I hit my straight on the river, but I didn’t have the nuts. He led out the full pot. So now I have a huge decision: to call or jam. The announcers thought I should just call when I eventually listened back to the play-by-play of the hand. But I ran it all back in my head and shoved. He called. It was the biggest pot of my life.
It was just a huge moment for me. I mean, there's nothing super special about it, but it was really a scary moment. It just stands out to me because it was so big. It was so special at the time. I’ll never forget that hand, mainly how I played that river.
What is your best piece of advice for players?
Diversify your income.
Most people think being a professional player is cool. They don’t understand that so many high-level players in the big buy-ins are in huge amounts of makeup. They’re rich-broke.

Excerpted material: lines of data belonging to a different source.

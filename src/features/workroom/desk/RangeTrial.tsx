import { Icon } from '@/components/Icon';
import { GRIDS, roundTo, showValue, type MeasureFigure, type Sizing } from '@/engine';
import { changeAsk } from '@/features/projects/pattern-edits';
import { narrowerRanges } from '@/features/projects/range-trial';
import type { DeskStore, Draft, Work } from './desk-store';
import { useTrial, type Trial } from './use-trial';

export interface RangeTrialProps {
  readonly store: DeskStore;
  readonly draft: Draft;
  readonly work: Work;
}

/** Whether the box can be made at every size that readers may ask for, and the sizes at which it cannot. */
export function RangeTrial({ store, draft, work }: RangeTrialProps) {
  const { trial, start, stop } = useTrial();
  const { pattern, sizing } = draft;
  const asked = pattern.measures.some(({ ask }) => ask && !ask.finer);
  if (!asked || pattern.pieces.length === 0) return null;
  const older = trial !== null && trial.of !== pattern;
  return (
    <section className="desk-block trial" aria-label="The whole range">
      <h3>
        The whole range <span>every size and choice that readers may ask for</span>
      </h3>
      <p className="measure-deeds">
        <button
          type="button"
          className="btn small-btn"
          disabled={work.stale}
          onClick={() => (trial?.running ? stop() : start(pattern, sizing))}
        >
          {trial?.running ? 'Stop' : trial === null ? 'Try the whole range' : 'Try again'}
        </button>
        {older && !trial.running ? <span className="small soft">Changed since it was tried.</span> : null}
      </p>
      {trial === null ? null : <Found {...{ store, sizing, trial }} work={work} />}
    </section>
  );
}

function Found({
  store,
  sizing,
  trial,
  work,
}: {
  readonly store: DeskStore;
  readonly sizing: Sizing;
  readonly trial: Trial;
  readonly work: Work;
}) {
  const tried = trial.tried.reduce((n, way) => n + way.tried, 0);
  const failing = trial.tried.reduce((n, way) => n + way.failing, 0);
  const firsts = trial.tried.flatMap(({ first }) => first ?? []);
  const measures = work.live?.figures.measures ?? [];
  const narrower =
    failing === 0 || trial.running
      ? []
      : narrowerRanges(
          trial.tried,
          measures.filter(({ asked }) => asked),
          GRIDS[sizing.grid].step,
        ).map(({ name, from, to }) => ({ name, ...onGrid(measures, { name, from, to }, GRIDS[sizing.grid].step) }));
  const text = (name: string, value: number) => {
    const figure = measures.find((one) => one.name === name);
    return showValue(value, figure?.kind ?? 'length', { ...sizing, unit: figure?.unit }).text;
  };
  return (
    <>
      {trial.running ? (
        <progress
          className="trial-progress"
          max={trial.ways}
          value={trial.tried.length}
          aria-label="Ways of choosing tried"
        />
      ) : null}
      <p className={failing > 0 ? 'fault-words' : 'state good'} role="status">
        {failing > 0 ? null : <Icon name="check" />}{' '}
        {trial.running
          ? `${tried} sizes tried so far.`
          : failing === 0
            ? `All of ${tried} sizes tried can be made.`
            : `${failing} of ${tried} sizes tried cannot be made.`}
      </p>
      {firsts.length > 0 ? (
        <ul className="trial-sizes">
          {firsts.map((first, index) => (
            <li key={index}>
              <Icon name="close" label="Cannot be made" />
              <span>
                <b>{first.size}</b> <span className="soft">{first.sentence}</span>
              </span>
              <button
                type="button"
                className="btn small-btn"
                onClick={() => store.editSizing(null, (now) => ({ ...first.sizing, units: now.units, grid: now.grid }))}
              >
                Show it
              </button>
            </li>
          ))}
        </ul>
      ) : null}
      {narrower.map(({ name, from, to }) => (
        <p key={name} className="trial-narrower">
          Nothing failed while <b>{name}</b> was {text(name, from)} to {text(name, to)}.{' '}
          <button
            type="button"
            className="text-button small"
            onClick={() =>
              store.editPattern(null, (now) => changeAsk(now, name, { from: text(name, from), to: text(name, to) }))
            }
          >
            Ask for that range
          </button>
        </p>
      ))}
    </>
  );
}

/** A range that a person would write: lengths on the cut grid, inside what was found. */
function onGrid(
  measures: readonly MeasureFigure[],
  { name, from, to }: { readonly name: string; readonly from: number; readonly to: number },
  step: number,
): { readonly from: number; readonly to: number } {
  const isLength = measures.some((one) => one.name === name && one.kind === 'length');
  return isLength ? { from: roundTo(from, step, 'up'), to: roundTo(to, step, 'down') } : { from, to };
}
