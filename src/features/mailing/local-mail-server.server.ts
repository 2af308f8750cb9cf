import { randomBytes } from 'node:crypto';
import { once } from 'node:events';
import { createWriteStream } from 'node:fs';
import { mkdir, rename, rm } from 'node:fs/promises';
import type { AddressInfo } from 'node:net';
import { join } from 'node:path';
import { pipeline } from 'node:stream/promises';
import { SMTPServer } from 'smtp-server';

export interface LocalMailServer {
  /** `smtp://127.0.0.1:2525` */
  readonly url: string;
  stop(): Promise<void>;
}

const MOST_BYTES = 5 * 1024 * 1024;

/**
 * Stands in for the world's mail servers: takes every message, sends none on, and keeps each as it came in a file of its
 * own, `dir`/<time>-<number>.eml, with the envelope in `Return-Path` and `Delivered-To` as a last server writes it.
 * Listens on this machine alone; port 0 takes any free one.
 */
export async function startLocalMailServer({ port, dir }: { port: number; dir: string }): Promise<LocalMailServer> {
  await mkdir(dir, { recursive: true });
  let arrived = 0;
  const server = new SMTPServer({
    name: 'local mail server',
    authOptional: true,
    disabledCommands: ['STARTTLS'],
    disableReverseLookup: true,
    logger: false,
    size: MOST_BYTES,
    // How long stopping waits for clients that stay connected.
    closeTimeout: 1_000,
    onData(stream, session, done) {
      const { mailFrom, rcptTo } = session.envelope;
      const head = [
        `Return-Path: <${mailFrom ? mailFrom.address : ''}>`,
        ...rcptTo.map(({ address }) => `Delivered-To: ${address}`),
      ].map((line) => `${line.replace(/[\r\n]/g, '')}\r\n`);
      arrived += 1;
      const name = `${Date.now()}-${String(arrived).padStart(6, '0')}-${randomBytes(4).toString('hex')}`;
      const partial = join(dir, `${name}.part`);
      const file = createWriteStream(partial);
      file.write(head.join(''));
      // Renamed when whole, so that nobody reads half a message.
      pipeline(stream, file)
        .then(async () => {
          if (!stream.sizeExceeded) return await rename(partial, join(dir, `${name}.eml`));
          await rm(partial, { force: true });
          throw Object.assign(new Error('Message too large'), { responseCode: 552 });
        })
        .then(() => done(), done);
    },
  });
  server.on('error', () => {
    // A client that breaks off; the sender notices and tries again.
  });
  server.listen(port, '127.0.0.1');
  await Promise.race([
    once(server.server, 'listening'),
    once(server.server, 'error').then(([error]: unknown[]) => Promise.reject(error as Error)),
  ]);
  return {
    url: `smtp://127.0.0.1:${(server.server.address() as AddressInfo).port}`,
    stop: () => new Promise((resolve) => server.close(() => resolve())),
  };
}
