import { useState } from 'react';
import type { Ask, Fault } from '@/engine';
import { changeAsk, removeMeasure, turnOver, usersOf } from '@/features/projects/pattern-edits';
import { fieldOfFault } from '@/features/projects/proof-place';
import { FaultWords } from './FaultWords';
import { FormulaField } from './FormulaField';
import type { MeasureRowProps } from './MeasureRow';
import { SizeSlider } from './SizeSlider';

const RANGE_FIELDS: readonly { readonly key: 'usual' | 'from' | 'to'; readonly label: string }[] = [
  { key: 'usual', label: 'Usual' },
  { key: 'from', label: 'From' },
  { key: 'to', label: 'To' },
];

/** What else a selected measure has: the size shown, usual value and range, and leaving the pattern. */
export function MeasureDetails({
  store,
  measure,
  names,
  figure,
  lit,
  sizing,
  own,
  onRename,
}: MeasureRowProps & { readonly own: readonly Fault[]; readonly onRename: () => void }) {
  const { name, ask } = measure;
  return (
    <div className="measure-details">
      {ask && figure ? <SizeSlider store={store} figure={figure} sizing={sizing} /> : null}
      {ask ? <AskFields store={store} name={name} ask={ask} names={names} own={own} lit={lit?.names ?? null} /> : null}
      <div className="measure-deeds">
        {ask ? (
          <label className="check tight">
            <input
              type="checkbox"
              checked={ask.finer ?? false}
              onChange={() => store.editPattern(null, (pattern) => changeAsk(pattern, name, { finer: !ask.finer }))}
            />
            <span>Among the finer points</span>
          </label>
        ) : null}
        <button type="button" className="text-button small" onClick={onRename}>
          Rename it
        </button>
        <button
          type="button"
          className="text-button small"
          onClick={() => store.editPattern(null, (pattern) => turnOver(pattern, name))}
        >
          {ask ? 'Work it out by a formula' : 'Ask the reader instead'}
        </button>
        <TakeOut {...{ store, name }} />
      </div>
    </div>
  );
}

function AskFields({
  store,
  name,
  ask,
  names,
  own,
  lit,
}: {
  readonly store: MeasureRowProps['store'];
  readonly name: string;
  readonly ask: Ask;
  readonly names: readonly string[];
  readonly own: readonly Fault[];
  readonly lit: ReadonlySet<string> | null;
}) {
  return (
    <>
      <div className="ask-fields">
        {RANGE_FIELDS.map(({ key, label }) => (
          <div key={key} className="ask-field">
            <span className="small soft">{label}</span>
            <FormulaField
              label={`${label} of ${name}`}
              value={ask[key]}
              names={names}
              lit={lit}
              faults={inField(own, name, key)}
              onChange={(value) =>
                store.editPattern(`${name}.${key}`, (pattern) => changeAsk(pattern, name, { [key]: value }))
              }
            />
          </div>
        ))}
      </div>
      {own.slice(0, 1).map((fault) => {
        const key = RANGE_FIELDS.find((field) => inField([fault], name, field.key).length > 0)?.key ?? 'usual';
        return (
          <FaultWords
            key={fault.where}
            faults={[fault]}
            value={ask[key]}
            onCure={(value) => store.editPattern(null, (pattern) => changeAsk(pattern, name, { [key]: value }))}
          />
        );
      })}
    </>
  );
}

/** The faults that stand in one field of an asked measure; those of no field are told at the usual value. */
const inField = (faults: readonly Fault[], name: string, key: 'usual' | 'from' | 'to'): readonly Fault[] =>
  faults.filter((fault) => {
    const field = fieldOfFault(fault, name);
    return field === key || (field === 'formula' && key === 'usual');
  });

function TakeOut({ store, name }: { readonly store: MeasureRowProps['store']; readonly name: string }) {
  const [asking, setAsking] = useState<readonly string[] | null>(null);
  const remove = () => {
    store.select(null);
    store.editPattern(null, (pattern) => removeMeasure(pattern, name));
  };
  if (asking === null) {
    return (
      <button
        type="button"
        className="text-button small"
        onClick={() => {
          const users = usersOf(store.$draft.get().pattern, name);
          if (users.length === 0) remove();
          else setAsking(users);
        }}
      >
        Take it out
      </button>
    );
  }
  const shown = asking.slice(0, 3).join(', ');
  return (
    <p className="take-out" role="alert">
      {shown}
      {asking.length > 3 ? ` and ${asking.length - 3} more` : ''} would no longer read.
      <button type="button" className="btn small-btn danger" onClick={remove}>
        Take it out all the same
      </button>
      <button type="button" className="btn small-btn" onClick={() => setAsking(null)}>
        Keep it
      </button>
    </p>
  );
}
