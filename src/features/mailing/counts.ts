/** Where a mailing stands. The first five are what a person asks about; together with `leftOut` they make up the total. */
export interface Counts {
  /** The next server took it. Never called delivered: nobody can know that from here. */
  readonly accepted: number;
  /** Not tried yet, or being handed over now. */
  readonly waiting: number;
  /** A server said "later". */
  readonly retrying: number;
  /** A server refused it, or it was put off for 48 hours. */
  readonly refused: number;
  /** The whole message went over and the answer was lost. */
  readonly uncertain: number;
  /** Left, or the mailing was stopped, before their turn came. */
  readonly leftOut: number;
  /** Of those waiting, how many are being handed over at this moment. */
  readonly inFlight: number;
  readonly total: number;
}

export interface StateCount {
  readonly state: string;
  readonly tried: boolean;
  readonly count: number;
}

const PLACE: Readonly<Record<string, Exclude<keyof Counts, 'inFlight' | 'total'>>> = {
  accepted: 'accepted',
  queued: 'waiting',
  leased: 'waiting',
  in_flight: 'waiting',
  rejected: 'refused',
  expired: 'refused',
  unknown: 'uncertain',
  suppressed: 'leftOut',
  cancelled: 'leftOut',
};

/** Sorts a GROUP BY into the counts that people see. Every delivery is in exactly one of them. */
export function countUp(rows: readonly StateCount[]): Counts {
  const counts = { accepted: 0, waiting: 0, retrying: 0, refused: 0, uncertain: 0, leftOut: 0, inFlight: 0, total: 0 };
  for (const { state, tried, count } of rows) {
    const place = state === 'queued' && tried ? 'retrying' : PLACE[state];
    if (!place) throw new Error(`a delivery in no known state: ${state}`);
    counts[place] += count;
    counts.total += count;
    if (state === 'in_flight') counts.inFlight += count;
  }
  return counts;
}
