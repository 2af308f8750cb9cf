import { useEffect, useState } from 'react';
import { Dialog } from '@/components/Dialog';
import { Field } from '@/components/Field';
import type { Standing } from '@/features/projects/project';
import { LABEL_LIMIT, type CoAuthor, type DraftLink, type Sharing } from '@/features/projects/sharing';
import { call } from './project-api';

export interface ShareDialogProps {
  readonly open: boolean;
  readonly projectId: string;
  readonly standing: Standing;
  readonly owner: string;
  readonly onClose: () => void;
}

/** Who works on the project, and who may read it before it is published. */
export function ShareDialog({ open, projectId, standing, owner, onClose }: ShareDialogProps) {
  const [sharing, setSharing] = useState<Sharing | null>(null);
  const [trouble, setTrouble] = useState<string | null>(null);
  const base = `/api/projects/${projectId}`;
  useEffect(() => {
    if (!open) return;
    void call<Sharing>(`${base}/people`).then((answer) => {
      setTrouble(answer.ok ? null : answer.refusal.sentence);
      if (answer.ok) setSharing(answer.value);
    });
  }, [open, base]);

  /** Asks, takes over what the answer says, and tells whether it was done. */
  const ask = async <T extends object = Sharing>(...request: Parameters<typeof call>): Promise<T | null> => {
    const answer = await call<T & Partial<Sharing>>(...request);
    setTrouble(answer.ok ? null : answer.refusal.sentence);
    if (!answer.ok) return null;
    setSharing((was) => ({ people: [], links: [], ...was, ...answer.value }));
    return answer.value;
  };

  return (
    <Dialog open={open} title="People and draft links" onClose={onClose}>
      <div className="dialog-form">
        {trouble === null ? null : (
          <p className="problem" role="alert">
            {trouble}
          </p>
        )}
        {sharing === null ? (
          <p>Asking who works on it…</p>
        ) : (
          <>
            <People
              people={sharing.people}
              owner={owner}
              mayInvite={standing !== 'co-author'}
              onInvite={async (email) => (await ask(`${base}/people`, { method: 'POST', body: { email } })) !== null}
              onRemove={async (person) => {
                const done = await ask(`${base}/people/${person.id}`, { method: 'DELETE' });
                if (done !== null && person.isAsker) location.assign('/workroom');
              }}
            />
            <Links
              links={sharing.links}
              onMake={async (label) =>
                (await ask<{ link: string }>(`${base}/links`, { method: 'POST', body: { label } }))?.link ?? null
              }
              onRevoke={(link) => void ask(`${base}/links/${link.id}`, { method: 'DELETE' })}
            />
          </>
        )}
      </div>
    </Dialog>
  );
}

interface PeopleProps {
  readonly people: readonly CoAuthor[];
  readonly owner: string;
  readonly mayInvite: boolean;
  readonly onInvite: (email: string) => Promise<boolean>;
  readonly onRemove: (person: CoAuthor) => void;
}

function People({ people, owner, mayInvite, onInvite, onRemove }: PeopleProps) {
  const [email, setEmail] = useState('');
  const [said, setSaid] = useState('');
  return (
    <section className="share-part">
      <h3>Who works on it</h3>
      <ul className="share-list">
        <li>
          <span>
            <b>{owner}</b>, the owner
          </span>
        </li>
        {people.map((person) => (
          <li key={person.id}>
            <span>
              <b>{person.name}</b>, {person.state === 'accepted' ? 'co-author' : 'invited'}
            </span>
            {mayInvite || person.isAsker ? (
              <button type="button" className="btn small-btn" onClick={() => onRemove(person)}>
                {person.isAsker ? 'Leave the project' : person.state === 'accepted' ? 'Take out' : 'Take back'}
                <span className="visually-hidden">: {person.name}</span>
              </button>
            ) : null}
          </li>
        ))}
      </ul>
      {mayInvite ? (
        <form
          onSubmit={(event) => {
            event.preventDefault();
            void onInvite(email).then((done) => {
              if (!done) return setSaid('');
              setSaid('Invited. An author with this address finds the invitation in the workroom and in a letter.');
              setEmail('');
            });
          }}
        >
          <Field
            label="Invite an author by e-mail address"
            hint="They can change and publish it. Deleting it, its address and mailings stay with the owner."
          >
            {(control) => (
              <input
                {...control}
                className="input"
                type="email"
                required
                maxLength={320}
                value={email}
                onChange={(event) => setEmail(event.currentTarget.value)}
              />
            )}
          </Field>
          <p className="share-deeds">
            <button type="submit" className="btn small-btn" disabled={email.trim() === ''}>
              Invite
            </button>
            <span role="status" className="small">
              {said}
            </span>
          </p>
        </form>
      ) : null}
    </section>
  );
}

interface LinksProps {
  readonly links: readonly DraftLink[];
  readonly onMake: (label: string) => Promise<string | null>;
  readonly onRevoke: (link: DraftLink) => void;
}

function Links({ links, onMake, onRevoke }: LinksProps) {
  const [label, setLabel] = useState('');
  const [made, setMade] = useState<string | null>(null);
  return (
    <section className="share-part">
      <h3>Draft links</h3>
      <p className="small">
        Whoever has a link reads the project as it is saved now, at any size, before it is published. Nobody can change
        anything by it. Stop it when it has done its work.
      </p>
      <ul className="share-list">
        {links.map((link) => (
          <li key={link.id}>
            <span>
              <b>{link.label || 'Without a name'}</b>, made {new Date(link.createdAt).toLocaleDateString('en-GB')}
              {link.revokedAt === null ? '' : ', stopped'}
            </span>
            {link.revokedAt === null ? (
              <button type="button" className="btn small-btn" onClick={() => onRevoke(link)}>
                Stop this link<span className="visually-hidden">: {link.label}</span>
              </button>
            ) : null}
          </li>
        ))}
      </ul>
      {made === null ? null : (
        <div className="note">
          <p>
            <b>Copy it now.</b> It is shown this once; only its mark is kept here.
          </p>
          <input
            className="input"
            readOnly
            aria-label="The new draft link"
            value={made}
            onFocus={(event) => event.currentTarget.select()}
          />
        </div>
      )}
      <form
        onSubmit={(event) => {
          event.preventDefault();
          void onMake(label).then((link) => {
            if (link === null) return;
            setMade(link);
            setLabel('');
          });
        }}
      >
        <Field label="For whom" hint="Only you see this. It tells links apart.">
          {(control) => (
            <input
              {...control}
              className="input"
              maxLength={LABEL_LIMIT}
              value={label}
              onChange={(event) => setLabel(event.currentTarget.value)}
            />
          )}
        </Field>
        <p className="share-deeds">
          <button type="submit" className="btn small-btn">
            Make a draft link
          </button>
        </p>
      </form>
    </section>
  );
}
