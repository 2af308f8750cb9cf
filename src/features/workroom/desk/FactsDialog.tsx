import { useStore } from '@nanostores/react';
import { useState } from 'react';
import { Dialog } from '@/components/Dialog';
import { Field } from '@/components/Field';
import { slugOf } from '@/features/projects/project-slug';
import { SUMMARY_LIMIT, type Standing } from '@/features/projects/project';
import { pictureUrl } from '@/writeup/pictures';
import { collectUses } from '@/writeup/uses';
import type { DeskStore } from './desk-store';
import { call } from './project-api';
import { ReadersPart } from './ReadersPart';

export interface FactsDialogProps {
  readonly open: boolean;
  readonly store: DeskStore;
  readonly projectId: string;
  readonly slug: string;
  readonly published: boolean;
  readonly standing: Standing;
  readonly withdrawn: string | null;
  readonly onWithdrawn: (reason: string | null) => void;
  readonly onSlug: (slug: string) => void;
  readonly onClose: () => void;
}

/** What cards and search show of a project: summary, time, picture, address. */
export function FactsDialog({ open, store, projectId, slug, published, standing, ...rest }: FactsDialogProps) {
  const { withdrawn, onWithdrawn, onSlug, onClose } = rest;
  const draft = useStore(store.$draft);
  return (
    <Dialog open={open} title="About this project" onClose={onClose}>
      <div className="dialog-form">
        <Field label="Summary" hint="One line of what it is. Cards and search results show it.">
          {(control) => (
            <textarea
              {...control}
              className="input"
              rows={2}
              maxLength={SUMMARY_LIMIT}
              data-place="fact:summary"
              value={draft.summary}
              onChange={(event) => {
                const summary = event.currentTarget.value;
                store.edit('summary', (now) => ({ ...now, summary }));
              }}
            />
          )}
        </Field>
        <Field label="Minutes at the table" hint="Left empty, nothing is said about the time.">
          {(control) => (
            <input
              {...control}
              className="input short"
              inputMode="numeric"
              value={draft.minutes ?? ''}
              onChange={(event) => {
                const digits = event.currentTarget.value.replace(/\D/gu, '').slice(0, 4);
                store.edit('minutes', (now) => ({
                  ...now,
                  minutes: digits === '' || Number(digits) === 0 ? null : Number(digits),
                }));
              }}
            />
          )}
        </Field>
        <HeroChoice store={store} hero={draft.hero} />
        {standing === 'co-author' ? (
          <p className="small soft">Address: /projects/{slug}. Its owner can change it.</p>
        ) : (
          <>
            <SlugField
              key={slug}
              projectId={projectId}
              slug={slug}
              title={draft.title}
              published={published}
              onSlug={onSlug}
            />
            {published ? <ReadersPart projectId={projectId} withdrawn={withdrawn} onWithdrawn={onWithdrawn} /> : null}
          </>
        )}
        <div className="dialog-deeds">
          <button type="button" className="btn" onClick={onClose}>
            Back to the desk
          </button>
        </div>
      </div>
    </Dialog>
  );
}

function HeroChoice({ store, hero }: { readonly store: DeskStore; readonly hero: string | null }) {
  const writeUp = useStore(store.$writeUp);
  const photos = [...new Map(collectUses(writeUp.doc).photos.map((photo) => [photo.upload, photo])).values()];
  const choices =
    hero !== null && !photos.some((photo) => photo.upload === hero)
      ? [{ upload: hero, alt: 'The picture chosen now' }, ...photos]
      : photos;
  const choose = (next: string | null) => store.edit(null, (now) => ({ ...now, hero: next }));
  return (
    <fieldset className="field">
      <legend>First picture</legend>
      {choices.length === 0 ? (
        <p className="hint">
          Put a photo into the write-up; then it can be chosen here. Until then cards show the folded box.
        </p>
      ) : null}
      <div className="heroes">
        {choices.map((photo) => (
          <label key={photo.upload} className="hero-choice">
            <input type="radio" name="hero" checked={hero === photo.upload} onChange={() => choose(photo.upload)} />
            <img
              src={pictureUrl(photo.upload, 480)}
              alt={photo.alt || 'A photo without words yet'}
              width="120"
              height="80"
              loading="lazy"
            />
          </label>
        ))}
        {choices.length > 0 ? (
          <label className="hero-choice none">
            <input type="radio" name="hero" checked={hero === null} onChange={() => choose(null)} />
            <span>The folded box</span>
          </label>
        ) : null}
      </div>
    </fieldset>
  );
}

function SlugField({
  projectId,
  slug,
  title,
  published,
  onSlug,
}: {
  readonly projectId: string;
  readonly slug: string;
  readonly title: string;
  readonly published: boolean;
  readonly onSlug: (slug: string) => void;
}) {
  const [typed, setTyped] = useState(slug);
  const [error, setError] = useState<string | undefined>();
  const suggested = slugOf(title);
  const move = async (to: string) => {
    const answer = await call<{ slug: string }>(`/api/projects/${projectId}/address`, {
      method: 'PUT',
      body: { slug: to.trim() },
    });
    if (!answer.ok) return setError(answer.refusal.errors[0]?.sentence ?? answer.refusal.sentence);
    setError(undefined);
    onSlug(answer.value.slug);
  };
  return (
    <form
      onSubmit={(event) => {
        event.preventDefault();
        void move(typed);
      }}
    >
      <Field
        label="Address"
        hint={
          published
            ? 'Stands after /projects/. The address that readers know leads on to a new one.'
            : 'Stands after /projects/.'
        }
        error={error}
      >
        {(control) => (
          <input
            {...control}
            className="input"
            value={typed}
            maxLength={60}
            spellCheck={false}
            onChange={(event) => setTyped(event.currentTarget.value)}
          />
        )}
      </Field>
      <p className="slug-deeds">
        <button type="submit" className="btn small-btn" disabled={typed.trim() === slug}>
          Change the address
        </button>
        {suggested === slug ? null : (
          <button type="button" className="text-button small" onClick={() => void move(suggested)}>
            Use the title: {suggested}
          </button>
        )}
      </p>
    </form>
  );
}
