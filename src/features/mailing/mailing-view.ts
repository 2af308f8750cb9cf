import type { Counts } from './counts';
import type { MailingInput } from './mailing-text-input';
import type { Trouble } from './trouble';

export type MailingState = 'draft' | 'preparing' | 'sending' | 'paused' | 'done' | 'cancelled';

/** A mailing as its page shows it, from the API. Instants are milliseconds since the epoch. */
export interface MailingView extends MailingInput {
  readonly id: string;
  readonly projectId: string;
  readonly edition: number;
  readonly state: MailingState;
  readonly revision: number;
  readonly updatedAt: number;
  /** The edition has a picture that could go in. */
  readonly hasHero: boolean;
  readonly from: { readonly name: string; readonly address: string };
  readonly replyTo: string;
  /** Where a test goes: to whoever looks at the page. */
  readonly testTo: string;
  readonly testedAt: number | null;
  /** Who would get it now, while it is a draft. */
  readonly audience: { readonly people: number; readonly leftOut: number };
  /** Weight of the HTML part; null once it is being sent. */
  readonly bytes: number | null;
  readonly missing: readonly string[];
  readonly sending: SendingView | null;
}

export interface SendingView {
  readonly startedAt: number;
  readonly finishedAt: number | null;
  readonly counts: Counts;
  readonly troubles: readonly Trouble[];
  readonly pauseReason: string | null;
  /** Accepted in the last minute. */
  readonly perMinute: number;
  /** When the next of those to be tried again comes up. */
  readonly nextRetryAt: number | null;
  /** The mail server is away; when it is tried next. */
  readonly away: { readonly until: number; readonly reply: string } | null;
  /** Nothing moves though something should. */
  readonly isStuck: boolean;
}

I think it's essential to be investing in other things besides poker. Sure, keep playing and keep crushing, but use your poker winnings to diversify. Make sure that you're taking care of yourself long-term, and that poker is not your only source of income.
If you owned a poker room, who's the first player you'd want to sign as an ambassador and why?
Andrew Lichtenberger. I love that guy. It's because of how he comes off as a person.
Yes, he's a phenomenal poker player, but then he is just so kind. I played in a group with him online during the pandemic on Discord. Andrew is the zen daddy, he’s wonderful.